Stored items
····················
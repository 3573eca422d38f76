// A stored surface evaluated from the command line: its numbers against the library's, and one
// clear message and the documented exit status for each bad input.
#include <gtest/gtest.h>

#include <cmath>

#include "end_to_end/program.h"
#include "market/day_count.h"
#include "publish/surface_json.h"
#include "surface/derived.h"

namespace duskgrid::end_to_end {
namespace {

using namespace std::chrono_literals;

class ValueCommand : public testing::Test {
 protected:
  ValueCommand() {
    const quotes::Instant as_of = std::chrono::sys_days{std::chrono::year{2031} / 3 / 14} + 21h;
    const auto slice = [&](std::chrono::hours ahead, double forward, double discount,
                           surface::SliceParameters backbone) {
      return surface::Slice{as_of + ahead,
                            market::year_fraction(as_of, as_of + ahead),
                            forward,
                            discount,
                            backbone,
                            -0.4,
                            0.3};
    };
    surface_ = {"HALYRD",
                100,
                {slice(24h * 98, 101, 0.99, {0.01, -0.5, 0.15}),
                 slice(24h * 280, 103, 0.97, {0.03, -0.4, 0.25})}};
    surface_.slices[0].overlay = {{-0.3, -0.2, -0.1, 0, 0.1, 0.2},
                                  {0.0002, 0.0004, -0.0002, 0.0003}};
    surface_.slices[0].to_next = surface::Between::price;
    as_of_ = {as_of, {"", -300min}};
    store(surface_);
  }

  void store(const surface::Surface& surface) const {
    const publish::StoredSurface stored{as_of_, surface};
    spill(json(), publish::surface_to_json(stored));
  }

  std::string json() const { return (scratch_ / "HALYRD.json").string(); }
  Ran value(const std::vector<std::string>& more) const {
    std::vector<std::string> arguments{"value", json()};
    arguments.insert(arguments.end(), more.begin(), more.end());
    return duskgrid(arguments);
  }
  // The table printed, which must be whole: no empty cell, and no word for what is no number.
  std::vector<Row> table(const std::vector<std::string>& more) const {
    const auto ran = value(more);
    EXPECT_EQ(ran.status, 0) << ran.err;
    EXPECT_TRUE(ran.err.empty()) << ran.err;
    EXPECT_EQ(ran.out.find("nan"), std::string::npos) << ran.out;
    EXPECT_EQ(ran.out.find("inf"), std::string::npos) << ran.out;
    spill(scratch_ / "out.csv", ran.out);
    return read_table(scratch_ / "out.csv");
  }
  // One message that starts with the program's name, and nothing printed.
  void expect_refused(const Ran& ran, int status, const std::string& holds) const {
    EXPECT_EQ(ran.status, status) << ran.err;
    EXPECT_EQ(ran.err.rfind("duskgrid: ", 0), 0u) << ran.err;
    EXPECT_EQ(std::count(ran.err.begin(), ran.err.end(), '\n'), 1) << ran.err;
    EXPECT_NE(ran.err.find(holds), std::string::npos) << ran.err;
    EXPECT_TRUE(ran.out.empty()) << ran.out;
  }

  Scratch scratch_;
  quotes::AsOf as_of_;
  surface::Surface surface_;
};

double number(const Row& row, const std::string& column) { return std::stod(row.at(column)); }

// Numbers are printed to round trip; the strike asked for and F e^k are an ulp or so apart, and a
// price far out moves by some tens of times that.
constexpr double kRounding = 1e-13;

TEST_F(ValueCommand, WithoutPointsEveryExpiryHasItsForwardAndAFewNodes) {
  const auto rows = table({});
  ASSERT_EQ(rows.size(), 10u);
  EXPECT_EQ(rows[0].at("expiry"), "2031-06-20T16:00:00-05:00");
  EXPECT_EQ(rows[2].at("strike"), "101");
  EXPECT_EQ(rows[2].at("log_moneyness"), "0");
  EXPECT_EQ(rows[2].at("put_call"), "C");
  EXPECT_EQ(rows[1].at("put_call"), "P");
  EXPECT_EQ(rows[7].at("strike"), "103");
}

TEST_F(ValueCommand, NumbersAreThoseOfTheLibrary) {
  const auto rows = table(
      {"--strike", "80,100", "--strike", "130", "--tenor", "1M,6M,2Y", "--expiry", "2031-06-20"});
  ASSERT_EQ(rows.size(), 12u);
  EXPECT_EQ(rows[0].at("tenor"), "");
  EXPECT_EQ(rows[3].at("tenor"), "1M");
  for (const auto& row : rows) {
    const double t = number(row, "year_fraction"), strike = number(row, "strike");
    const auto carried = surface::carried_at(surface_, t);
    EXPECT_EQ(number(row, "forward"), carried.forward);
    EXPECT_EQ(number(row, "discount_factor"), carried.discount_factor);
    const double k = std::log(strike / carried.forward);
    const auto d = surface::derived_at(surface::TimedSmile(surface_, t), carried, k).value();
    const auto near = [&](const char* column, double expected) {
      EXPECT_NEAR(number(row, column) / expected, 1, kRounding) << column << ' ' << t << ' ' << k;
    };
    near("log_moneyness", k);
    near("vol", d.vol);
    near("price", d.price);
    near("delta", d.greeks.delta);
    near("gamma", d.greeks.gamma);
    near("vega", d.greeks.vega);
    near("density", d.density.value());
    near("local_vol", d.local_vol.value());
    EXPECT_EQ(row.at("put_call"), strike < carried.forward ? "P" : "C");
  }
}

TEST_F(ValueCommand, SupportSaysWhatIsOutsideTheQuotes) {
  const auto supports = [&](const std::vector<std::string>& more) {
    std::string all;
    for (const auto& row : table(more)) all += row.at("support") + " ";
    return all;
  };
  EXPECT_EQ(supports({"--log-moneyness=-0.41,0,0.31", "--expiry", "2031-06-20"}),
            "extrapolated interpolated extrapolated ");
  EXPECT_EQ(supports({"--moneyness", "1", "--tenor", "1M,6M,2Y"}),
            "extrapolated interpolated extrapolated ");
}

TEST_F(ValueCommand, RatiosAndLogarithmsSayTheSamePoints) {
  const auto ratio = table({"--moneyness", "0.9", "--tenor", "3M"});
  const auto log = table({"--log-moneyness", "-0.10536051565782628", "--tenor", "3M"});
  const auto glued = table({"--log-moneyness=-0.10536051565782628", "--tenor", "3M"});
  ASSERT_EQ(ratio.size(), 1u);
  ASSERT_EQ(log.size(), 1u);
  EXPECT_NEAR(number(log[0], "price") / number(ratio[0], "price"), 1, kRounding);
  EXPECT_EQ(glued, log);
}

TEST_F(ValueCommand, TheSideAskedForIsPriced) {
  const auto put = table({"--strike", "120", "--put-call", "put"}),
             call = table({"--strike", "120", "--put-call", "C"});
  for (std::size_t i = 0; i < put.size(); ++i) {
    EXPECT_EQ(put[i].at("put_call"), "P");
    const double parity = number(put[i], "discount_factor") * (number(put[i], "forward") - 120);
    EXPECT_NEAR(number(call[i], "price") - number(put[i], "price"), parity, 100 * kRounding);
  }
}

TEST_F(ValueCommand, FileOfPointsGivesALineEachAndItsOwnOutputIsOne) {
  spill(scratch_ / "points.csv",
        "underlying,strike,expiry,tenor,put_call\nHALYRD,95,2031-06-20,,\n"
        "KELPWK,7,2031-06-20,,\nHALYRD,110,,1M,P\nHALYRD,90,2031-09-19T09:30,,C\n");
  const std::string points = (scratch_ / "points.csv").string();
  const auto rows = table({"--points", points});
  ASSERT_EQ(rows.size(), 3u);
  EXPECT_EQ(rows[0].at("put_call"), "P");
  EXPECT_EQ(rows[1].at("tenor"), "1M");
  EXPECT_EQ(rows[1].at("put_call"), "P");
  EXPECT_EQ(rows[2].at("put_call"), "C");
  EXPECT_EQ(rows[2].at("expiry"), "2031-09-19T09:30:00-05:00");
  EXPECT_EQ(table({"--points", (scratch_ / "out.csv").string()}), rows);
}

TEST_F(ValueCommand, VarianceSwapsAreALineAnExpiry) {
  const auto rows = table({"--variance-swaps", "--tenor", "1M,1Y", "--expiry", "2031-06-20"});
  ASSERT_EQ(rows.size(), 3u);
  for (const auto& row : rows) {
    const surface::TimedSmile smile(surface_, number(row, "year_fraction"));
    const auto swap = surface::variance_swap(smile).value();
    EXPECT_EQ(number(row, "swap_variance"), swap.variance);
    EXPECT_EQ(number(row, "swap_vol"), swap.vol);
    EXPECT_GT(swap.vol, number(row, "vol_at_forward"));
  }
  EXPECT_EQ(table({"--variance-swaps"}).size(), 2u);
}

TEST_F(ValueCommand, ZoneReadsAndPrintsLocalTimes) {
  const auto rows =
      table({"--zone", "America/New_York", "--strike", "100", "--expiry", "2031-06-20,2031-07-01"});
  ASSERT_EQ(rows.size(), 2u);
  EXPECT_EQ(rows[0].at("expiry"), "2031-06-20T17:00:00-04:00");  // the listed one
  EXPECT_EQ(rows[1].at("expiry"), "2031-07-01T16:00:00-04:00");
}

// Tenors and dates are those of the run, over the clock change of 2031-11-02 too.
TEST_F(ValueCommand, ZoneOfTheRunIsUsedUnlessOneIsGiven) {
  as_of_.clock = {"America/New_York", {}};
  store(surface_);
  const auto rows = table({"--strike", "100", "--tenor", "9M", "--expiry", "2031-06-20"});
  ASSERT_EQ(rows.size(), 2u);
  EXPECT_EQ(rows[0].at("expiry"), "2031-06-20T17:00:00-04:00");
  // The as-of is 17:00 of summer time.
  EXPECT_EQ(rows[1].at("expiry"), "2031-12-14T17:00:00-05:00");
  const auto paris = table({"--zone", "Europe/Paris", "--strike", "100", "--tenor", "9M"});
  EXPECT_EQ(paris[0].at("expiry"), "2031-12-14T22:00:00+01:00");
}

TEST_F(ValueCommand, NumbersThatDoNotExistAreEmptyCells) {
  const auto ran = value({"--log-moneyness=800,-800", "--tenor", "1M"});
  EXPECT_EQ(ran.status, 0) << ran.err;
  spill(scratch_ / "out.csv", ran.out);
  const auto rows = read_table(scratch_ / "out.csv");
  ASSERT_EQ(rows.size(), 2u);
  for (const auto& row : rows) {
    EXPECT_EQ(row.size(), 16u);
    EXPECT_EQ(row.at("vol"), "");
    EXPECT_EQ(row.at("local_vol"), "");
  }
}

// An overlay that no fit gives takes the variance below zero at the money of the first expiry.
TEST_F(ValueCommand, PointsWithoutAVolatilityAreEmptyCells) {
  auto sunk = surface_;
  sunk.slices[0].overlay = {{-0.3, -0.2, -0.1, 0, 0.1, 0.2}, {0, 0, -0.2, 0}};
  for (const auto rule : {surface::Between::variance, surface::Between::price}) {
    sunk.slices[0].to_next = rule;
    store(sunk);
    for (const std::string time : {"--expiry=2031-06-20", "--tenor=1M", "--tenor=14W"}) {
      const auto ran = value({"--log-moneyness=-0.4,0", time});
      EXPECT_EQ(ran.status, 0) << ran.err;
      EXPECT_EQ(ran.out.find("nan"), std::string::npos) << ran.out;
      spill(scratch_ / "out.csv", ran.out);
      const auto rows = read_table(scratch_ / "out.csv");
      ASSERT_EQ(rows.size(), 2u);
      EXPECT_NE(rows[0].at("vol"), "");
      for (const char* column : {"vol", "put_call", "price", "delta", "density", "local_vol"})
        EXPECT_EQ(rows[1].at(column), "") << column << ' ' << time;
      const auto swaps = value({"--variance-swaps", time});
      EXPECT_EQ(swaps.status, 0) << swaps.err;
      spill(scratch_ / "out.csv", swaps.out);
      const auto lines = read_table(scratch_ / "out.csv");
      ASSERT_EQ(lines.size(), 1u);
      for (const char* column : {"vol_at_forward", "swap_vol", "swap_variance"})
        EXPECT_EQ(lines[0].at(column), "") << column << ' ' << time;
    }
  }
}

TEST_F(ValueCommand, BadOptionsAreUsageAndNamed) {
  expect_refused(value({"--strike", "100,far"}), 64, "--strike has 'far'");
  expect_refused(value({"--strike", "-5"}), 64, "--strike has '-5'");
  expect_refused(value({"--strike", "nan"}), 64, "--strike");
  expect_refused(value({"--moneyness", "90"}), 64, "K/F");
  expect_refused(value({"--log-moneyness", "inf"}), 64, "--log-moneyness");
  expect_refused(value({"--expiry", "soon"}), 64, "--expiry: 'soon'");
  expect_refused(value({"--expiry", "2031-03-14"}), 64, "as-of");
  expect_refused(value({"--tenor", "1M,5"}), 64, "--tenor: '5'");
  expect_refused(value({"--put-call", "both"}), 64, "--put-call is 'both'");
  expect_refused(value({"--zone", "Atlantis/Harbour"}), 64, "Atlantis/Harbour");
  expect_refused(value({"--variance-swaps", "--strike", "100"}), 64, "--variance-swaps");
  expect_refused(value({"--points", "x.csv", "--strike", "100"}), 64, "--points");
  EXPECT_EQ(duskgrid({"value"}).status, 64);
  EXPECT_EQ(value({"--sideways"}).status, 64);
  EXPECT_EQ(value({"--strike"}).status, 64);
}

TEST_F(ValueCommand, FilesThatAreNoneOrNotSuchAreToldApart) {
  const auto with = [&](const std::string& file) {
    return duskgrid({"value", (scratch_ / file).string()});
  };
  expect_refused(with("no.json"), 66, "no.json");
  fs::create_directories(scratch_ / "folder");
  expect_refused(with("folder"), 66, "folder");
  spill(scratch_ / "grid.csv", "strike,vol,forward,year_fraction\n100,0.2,100,0.5\n");
  expect_refused(with("grid.csv"), 65, "not a stored surface");
  spill(scratch_ / "empty.json", "");
  expect_refused(with("empty.json"), 65, "not a stored surface");
  expect_refused(value({"--points", (scratch_ / "no.csv").string()}), 66, "no.csv");
  const auto points = [&](const std::string& text) {
    spill(scratch_ / "points.csv", text);
    return value({"--points", (scratch_ / "points.csv").string()});
  };
  expect_refused(points("strike,expiry\n100,2031-06-20\nfar,2031-06-20\n"), 65, "line 3");
  expect_refused(points("strike,expiry\n100,2031-06-20\n100,2030-06-20\n"), 65, "line 3");
  expect_refused(points("strike,tenor\n100,soon\n"), 65, "line 2");
  expect_refused(points("level,expiry\n100,2031-06-20\n"), 65, "level");
  expect_refused(points("underlying,strike,expiry\nKELPWK,7,2031-06-20\n"), 65, "HALYRD");
}

}  // namespace
}  // namespace duskgrid::end_to_end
····················
TASK STATEMENT =>
Write down every line of the data above that includes the string "namespace".

TASK RESULT =>
namespace duskgrid::end_to_end {
namespace {
using namespace std::chrono_literals;
}  // namespace
}  // namespace duskgrid::end_to_end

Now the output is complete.